* [What is being asked]: Find the word "vertical" in the data. Return every line where it appears.

Records from a dataset
=== Begin Enclosure ===

import fc from "fast-check";
import { describe, expect, it } from "vitest";
import type { Vec3 } from "@/lib/nesting";
import { overlaps, type Box } from "@/lib/nesting/geometry";
import { placementProblem } from "@/lib/planning/machine";
import { huge, machine, ok, part, randomMachine, randomPlan } from "../../support/procedure-fixtures";
import {
  pieceLabel,
  procedure,
  replay,
  type OkProcedure,
  type ProcedureInput,
  type ProcedurePiece,
} from "@/lib/planning/procedure";

const sameBox = (a: Box, b: Box, eps = 1e-6) =>
  [0, 1, 2].every((i) => Math.abs(a.origin[i]! - b.origin[i]!) <= eps && Math.abs(a.size[i]! - b.size[i]!) <= eps);
const AX = { x: 0, y: 1, z: 2 } as const;

/** Checks every promise of an ok procedure against its input; throws on the first broken one. */
function check(p: OkProcedure, input: ProcedureInput) {
  const m = input.machine;
  const nexts = p.steps.flatMap((s) => s.next.map((x) => ({ ...x, from: s.n })));
  // Every part and offcut comes off exactly once, with the plan's box.
  input.pieces.forEach((piece) => {
    const hits = nexts.filter((x) =>
      piece.kind === "part"
        ? x.what.kind === "part" && x.what.part === piece.part
        : x.what.kind === "offcut" && x.what.index === piece.index,
    );
    const asIs = p.asIs && p.asIs.kind === piece.kind ? 1 : 0;
    expect(hits.length + asIs, JSON.stringify(piece)).toBe(1);
    if (hits[0]) expect(sameBox(hits[0].box, piece)).toBe(true);
  });
  // Every later step is sent on from exactly one earlier step, with its box.
  p.steps.forEach((s, i) => {
    expect(s.n).toBe(i + 1);
    const from = nexts.filter((x) => x.what.kind === "step" && x.what.step === s.n);
    expect(from.length).toBe(i === 0 ? 0 : 1);
    if (i > 0) {
      expect(from[0]!.from).toBeLessThan(s.n);
      expect(from[0]!.what).toEqual({ kind: "step", step: s.n, piece: s.piece });
      expect(sameBox(from[0]!.box, s)).toBe(true);
    }
    if (s.kind === "turn") {
      expect(m.turntable).toBe(true);
      expect(from[0]!.from).toBe(s.n - 1);
    }
  });
  expect(p.steps[0]?.piece ?? "A").toBe("A");
  let n = 0;
  for (const s of p.steps) {
    // The piece fits the machine as placed.
    const placed = [s.size[AX[s.orient.x]], s.size[AX[s.orient.w]], s.size[AX[s.orient.y]]] as Vec3;
    expect(s.placed).toEqual(placed);
    expect(new Set([s.orient.x, s.orient.w, s.orient.y]).size).toBe(3);
    expect(placementProblem(m, s.placed)).toBeNull();
    expect(s.cuts.length).toBeGreaterThan(0);
    for (const c of s.cuts) {
      expect(c.n).toBe(++n);
      // Every cut is across one of the placement's in-plane axes.
      expect(c.axis).toBe(c.machineAxis === "X" ? s.orient.x : s.orient.y);
      expect(c.pos).toBeCloseTo(c.at - s.origin[AX[c.axis]], 9);
      // A horizontal wire never runs below the table.
      if (m.wire === "horizontal" && c.machineAxis === "Y") expect(c.pos + p.kerf / 2).toBeGreaterThanOrEqual(-1e-9);
      // The region lies inside the step's piece.
      for (let a = 0; a < 3; a++) {
        expect(c.region.origin[a]!).toBeGreaterThanOrEqual(s.origin[a]! - 1e-9);
        expect(c.region.origin[a]! + c.region.size[a]!).toBeLessThanOrEqual(s.origin[a]! + s.size[a]! + 1e-9);
      }
    }
  }
  expect(p.cutCount).toBe(n);
  expect(p.placements + p.turns).toBe(p.steps.length);
  // Replaying the cuts gives exactly the boxes sent to the bins, the rack and the scrap.
  const boxes = replay(p);
  const finals = nexts.filter((x) => x.what.kind !== "step").map((x) => x.box);
  if (p.asIs) finals.push({ origin: [0, 0, 0], size: [...p.size] });
  expect(boxes.length).toBe(finals.length);
  const left = [...finals];
  for (const b of boxes) {
    const k = left.findIndex((f) => sameBox(f, b));
    expect(k, JSON.stringify(b)).toBeGreaterThanOrEqual(0);
    left.splice(k, 1);
  }
  // Scrap never takes foam of a part or offcut.
  for (const x of nexts.filter((y) => y.what.kind === "scrap"))
    for (const piece of input.pieces) expect(overlaps(x.box, piece)).toBe(false);
}

describe("cutting procedure: 12 slabs from a 2440 × 1220 × 610 block on a horizontal wire", () => {
  // Kerf 0.5 mm; slab i (0..11) at z = 2 + 50.5·i, 50 mm thick, length trimmed 5 mm each end, full width.
  // The top slab ends at 2 + 11·50.5 + 50 = 607.5, so 2.5 mm comes off the top (kerf 607.5..608, scrap 608..610),
  // and 2 mm off the bottom (kerf 1.5..2: scrap 0..1.5, wire centre 1.75 mm above the table).
  const pieces = Array.from({ length: 12 }, (_, i) => part(`S${i + 1}`, [5, 0, 2 + 50.5 * i], [2430, 1220, 50]));
  const input: ProcedureInput = {
    blockCode: "HF-1001",
    size: [2440, 1220, 610],
    trim: 0,
    kerf: 0.5,
    pieces,
    machine: machine(),
  };

  it("is one placement, width along the 1300 mm wire, with 13 horizontal and 2 vertical cuts", () => {
    const p = ok(procedure(input));
    check(p, input);
    expect(p.steps).toHaveLength(1);
    expect([p.placements, p.turns, p.cutCount]).toEqual([1, 0, 15]);
    const s = p.steps[0]!;
    expect(s.piece).toBe("A");
    expect(s.orient).toEqual({ x: "x", w: "y", y: "z" });
    expect(s.placed).toEqual([2440, 1220, 610]);
    expect(s.howToPlace).toMatch(/^Lay A on its 2440 × 1220 mm face, 610 mm high/);
    // Top trim, bottom trim, zero-end trim, far-end trim, then the 11 splits bottom up.
    expect(s.cuts.map((c) => [c.kind, c.machineAxis, c.pos])).toEqual([
      ["trim", "Y", 607.5],
      ["trim", "Y", 1.5],
      ["trim", "X", 4.5],
      ["trim", "X", 2435],
      ...Array.from({ length: 11 }, (_, j) => ["split", "Y", 52 + 50.5 * j]),
    ]);
    expect(s.cuts.filter((c) => c.machineAxis === "Y")).toHaveLength(13);
    expect(s.cuts[0]!.frees).toEqual([
      { box: { origin: [0, 0, 608], size: [2440, 1220, 2] }, what: { kind: "scrap" } },
    ]);
    expect(s.cuts[1]!.frees[0]!.box).toEqual({ origin: [0, 0, 0], size: [2440, 1220, 1.5] });
    expect(s.cuts[4]!.frees.map((f) => f.what)).toEqual([{ kind: "part", part: "S1" }]);
    // The last split frees the last two slabs.
    expect(s.cuts[14]!.frees.map((f) => f.what)).toEqual([
      { kind: "part", part: "S11" },
      { kind: "part", part: "S12" },
    ]);
    expect(s.next.filter((x) => x.what.kind === "part")).toHaveLength(12);
  });

  it("reports the block when the wire is too short for any side, naming the limit", () => {
    const p = procedure({ ...input, machine: machine({ wireLength: 600 }) });
    expect(p.ok).toBe(false);
    if (p.ok) return;
    expect(p.problems).toEqual([
      {
        piece: "A",
        size: [2440, 1220, 610],
        limit: "the wire spans 600 mm; this piece is 2440 × 1220 × 610 mm and none of its sides fits along it",
      },
    ]);
  });

  it("reports the travel when only the height fits along the wire and the rest is too tall", () => {
    // Wire 1000: only the 610 mm height fits along it, and then 1220 mm stands up in 1000 mm of travel.
    const p = procedure({ ...input, machine: machine({ wireLength: 1000 }) });
    expect(p.ok).toBe(false);
    if (!p.ok) expect(p.problems[0]!.limit).toMatch(/^the wire travels 2600 × 1000 mm .*2440 × 1220 × 610 mm/);
  });

  it("reports the table size", () => {
    const p = procedure({ ...input, machine: machine({ maxPiece: [2000, 1300, 1000] }) });
    expect(p.ok).toBe(false);
    if (!p.ok)
      expect(p.problems[0]!.limit).toBe(
        "the table takes pieces up to 2000 × 1300 × 1000 mm; this piece is 2440 × 1220 × 610 mm",
      );
  });
});

describe("cutting procedure: a 1000 × 600 × 50 slab cut into blanks across its width", () => {
  // Kerf 1: one cut across the length at x = 499 (halves 0..499 and 500..1000), then two across the
  // width at y = 199 and 399 (rows 0..199, 200..399, 400..600) in each half.
  const pieces: ProcedurePiece[] = [];
  for (const [x0, lx] of [
    [0, 499],
    [500, 500],
  ] as const)
    for (const [y0, ly] of [
      [0, 199],
      [200, 199],
      [400, 200],
    ] as const)
      pieces.push(part(`P${pieces.length + 1}`, [x0, y0, 0], [lx, ly, 50]));
  // Travel 400 mm up: the slab cannot stand on its edge (600 + 10 > 400), so it lies flat and the
  // wire (1300 mm) runs across its width, then along its length once the halves are turned.
  const flat = { travel: [1200, 400] as [number, number], maxPiece: [1200, 1300, 400] as Vec3 };
  const input: ProcedureInput = {
    blockCode: "OC-7",
    size: [1000, 600, 50],
    trim: 0,
    kerf: 1,
    pieces,
    machine: machine(),
  };

  it("halves it, turns the first half on the turntable and re-places the second", () => {
    const inp = { ...input, machine: machine({ ...flat, turntable: true }) };
    const p = ok(procedure(inp));
    check(p, inp);
    // Halving first needs 3 steps; cutting the rows first would leave 3 rows, 4 steps.
    expect(p.steps.map((s) => [s.n, s.kind, s.piece])).toEqual([
      [1, "place", "A"],
      [2, "turn", "B"],
      [3, "place", "C"],
    ]);
    expect([p.placements, p.turns, p.cutCount]).toEqual([2, 1, 5]);
    const [a, b, c] = p.steps as [(typeof p.steps)[0], (typeof p.steps)[0], (typeof p.steps)[0]];
    expect(a.orient).toEqual({ x: "x", w: "y", y: "z" });
    expect(a.cuts.map((x) => [x.n, x.axis, x.at, x.machineAxis, x.pos])).toEqual([[1, "x", 499, "X", 499]]);
    expect(a.next).toEqual([
      { box: { origin: [0, 0, 0], size: [499, 600, 50] }, what: { kind: "step", step: 2, piece: "B" } },
      { box: { origin: [500, 0, 0], size: [500, 600, 50] }, what: { kind: "step", step: 3, piece: "C" } },
    ]);
    expect(b.orient).toEqual({ x: "y", w: "x", y: "z" });
    expect(b.howToPlace).toMatch(/^Turn B a quarter turn on the turntable/);
    expect(b.cuts.map((x) => [x.n, x.axis, x.at, x.machineAxis, x.pos])).toEqual([
      [2, "y", 199, "X", 199],
      [3, "y", 399, "X", 399],
    ]);
    expect(b.next.map((x) => x.what)).toEqual([
      { kind: "part", part: "P1" },
      { kind: "part", part: "P2" },
      { kind: "part", part: "P3" },
    ]);
    expect(c.origin).toEqual([500, 0, 0]);
    expect(c.cuts.map((x) => [x.n, x.at, x.pos])).toEqual([
      [4, 199, 199],
      [5, 399, 399],
    ]);
  });

  it("without a turntable every step is a placement", () => {
    const inp = { ...input, machine: machine({ ...flat, turntable: false }) };
    const p = ok(procedure(inp));
    check(p, inp);
    expect(p.steps.map((s) => s.kind)).toEqual(["place", "place", "place"]);
    expect([p.placements, p.turns]).toEqual([3, 0]);
  });

  it("with room to stand the slab on its edge, one placement makes every cut", () => {
    const inp = { ...input, machine: machine({ travel: [1200, 700], maxPiece: [1200, 1300, 700] }) };
    const p = ok(procedure(inp));
    check(p, inp);
    expect(p.steps).toHaveLength(1);
    expect(p.steps[0]!.orient).toEqual({ x: "x", w: "z", y: "y" });
  });
});

describe("cutting procedure: 40 slices under a kept offcut", () => {
  // A 2000 × 1000 × 512 block, trim 6, kerf 1.5: 40 slices 1980 × 980 × 10 stacked from z = 6 every
  // 11.5 mm (the last ends at 6 + 39 · 11.5 + 10 = 464.5), a 1988 × 988 × 40 offcut kept above them
  // (466 … 506). Only the 1000 mm width fits along the 1350 mm wire for the cuts between slices, and
  // the slices' 980 mm width needs a cut along it: each slice came off for its own later step
  // (42 placements, about 19 hours at the machine). Together: 4.
  const pieces: ProcedurePiece[] = [
    ...Array.from({ length: 40 }, (_, i) => part(`S${i + 1}`, [6, 6, 6 + 11.5 * i], [1980, 980, 10])),
    { kind: "offcut", index: 0, origin: [6, 6, 466], size: [1988, 988, 40] },
  ];
  const input: ProcedureInput = {
    blockCode: "HF-2040",
    size: [2000, 1000, 512],
    trim: 6,
    kerf: 1.5,
    pieces,
    machine: machine({ wireLength: 1350, travel: [5200, 1300], maxPiece: [5000, 1300, 1250], turntable: true }),
  };

  it("keeps the slices together for one cut along the wire, then parts them: 4 steps, not one per slice", () => {
    const p = ok(procedure(input));
    check(p, input);
    expect(p.steps.length).toBeLessThanOrEqual(4);
    // Every cut between two slices is made once, in one step.
    const between = p.steps.filter((s) => s.next.filter((x) => x.what.kind === "part").length === 40);
    expect(between).toHaveLength(1);
  });
});

describe("cutting procedure: edge cases", () => {
  it("labels pieces A…Z, AA, AB…", () => {
    expect([0, 1, 25, 26, 27, 51, 52, 701, 702].map(pieceLabel)).toEqual([
      "A",
      "B",
      "Z",
      "AA",
      "AB",
      "AZ",
      "BA",
      "ZZ",
      "AAA",
    ]);
  });

  it("a block that is the part itself needs no cut; an empty one is all scrap", () => {
    const base = { blockCode: "B", size: [100, 100, 100] as Vec3, trim: 0, kerf: 1, machine: machine() };
    const p = ok(procedure({ ...base, pieces: [part("P", [0, 0, 0], [100, 100, 100])] }));
    expect(p.steps).toEqual([]);
    expect(p.asIs).toEqual({ kind: "part", part: "P" });
    expect(ok(procedure({ ...base, pieces: [] })).asIs).toEqual({ kind: "scrap" });
  });

  it("a single part is trimmed on all six sides, the width on a second placement", () => {
    const inp: ProcedureInput = {
      blockCode: "B",
      size: [1000, 500, 300],
      trim: 5,
      kerf: 1,
      machine: machine({ wireLength: 600, travel: [1100, 700] }),
      pieces: [part("P", [5, 5, 5], [990, 490, 290])],
    };
    const p = ok(procedure(inp));
    check(p, inp);
    expect(p.cutCount).toBe(6);
    expect(p.steps.length).toBe(2);
  });

  it("refuses pieces that no through cut separates, naming them", () => {
    const p = procedure({
      blockCode: "B",
      size: [30, 30, 10],
      trim: 0,
      kerf: 0,
      machine: huge("horizontal"),
      pieces: [
        part("H1", [0, 0, 0], [20, 10, 10]),
        part("V1", [20, 0, 0], [10, 20, 10]),
        part("H2", [10, 20, 0], [20, 10, 10]),
        part("V2", [0, 10, 0], [10, 20, 10]),
        part("C", [10, 10, 0], [10, 10, 10]),
      ],
    });
    expect(p.ok).toBe(false);
    if (!p.ok) expect(p.problems[0]!.limit).toMatch(/cannot separate .*H1/);
  });

  it("is deterministic", () => {
    const inp = { ...randomPlan(7), machine: randomMachine(7) };
    expect(JSON.stringify(procedure(inp))).toBe(JSON.stringify(procedure(inp)));
  });
});

describe("cutting procedure properties on random guillotine plans and machines", () => {
  it("keeps every promise when ok, names a piece and a limit when not", () => {
    let oks = 0;
    let fails = 0;
    fc.assert(
      fc.property(fc.integer({ min: 1, max: 2 ** 30 }), (seed) => {
        const plan = randomPlan(seed);
        const inp = { ...plan, machine: randomMachine(seed) };
        const p = procedure(inp);
        if (p.ok) {
          oks++;
          check(p, inp);
        } else {
          fails++;
          expect(p.problems.length).toBeGreaterThan(0);
          for (const q of p.problems) {
            expect(q.piece).toMatch(/^[A-Z]+$/);
            expect(q.limit).toMatch(/\d+( × \d+(\.\d+)?)* mm/);
          }
        }
        // A machine large enough in every respect always makes the plan.
        for (const wire of ["horizontal", "vertical"] as const) {
          const big = { ...plan, machine: huge(wire) };
          check(ok(procedure(big)), big);
        }
      }),
      { seed: 20261204, numRuns: 150 },
    );
    // Both outcomes occur, so both branches were exercised.
    expect(oks).toBeGreaterThan(10);
    expect(fails).toBeGreaterThan(10);
  });
});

=== End Enclosure ===

* [Solution]:
  it("is one placement, width along the 1300 mm wire, with 13 horizontal and 2 vertical cuts", () => {
        for (const wire of ["horizontal", "vertical"] as const) {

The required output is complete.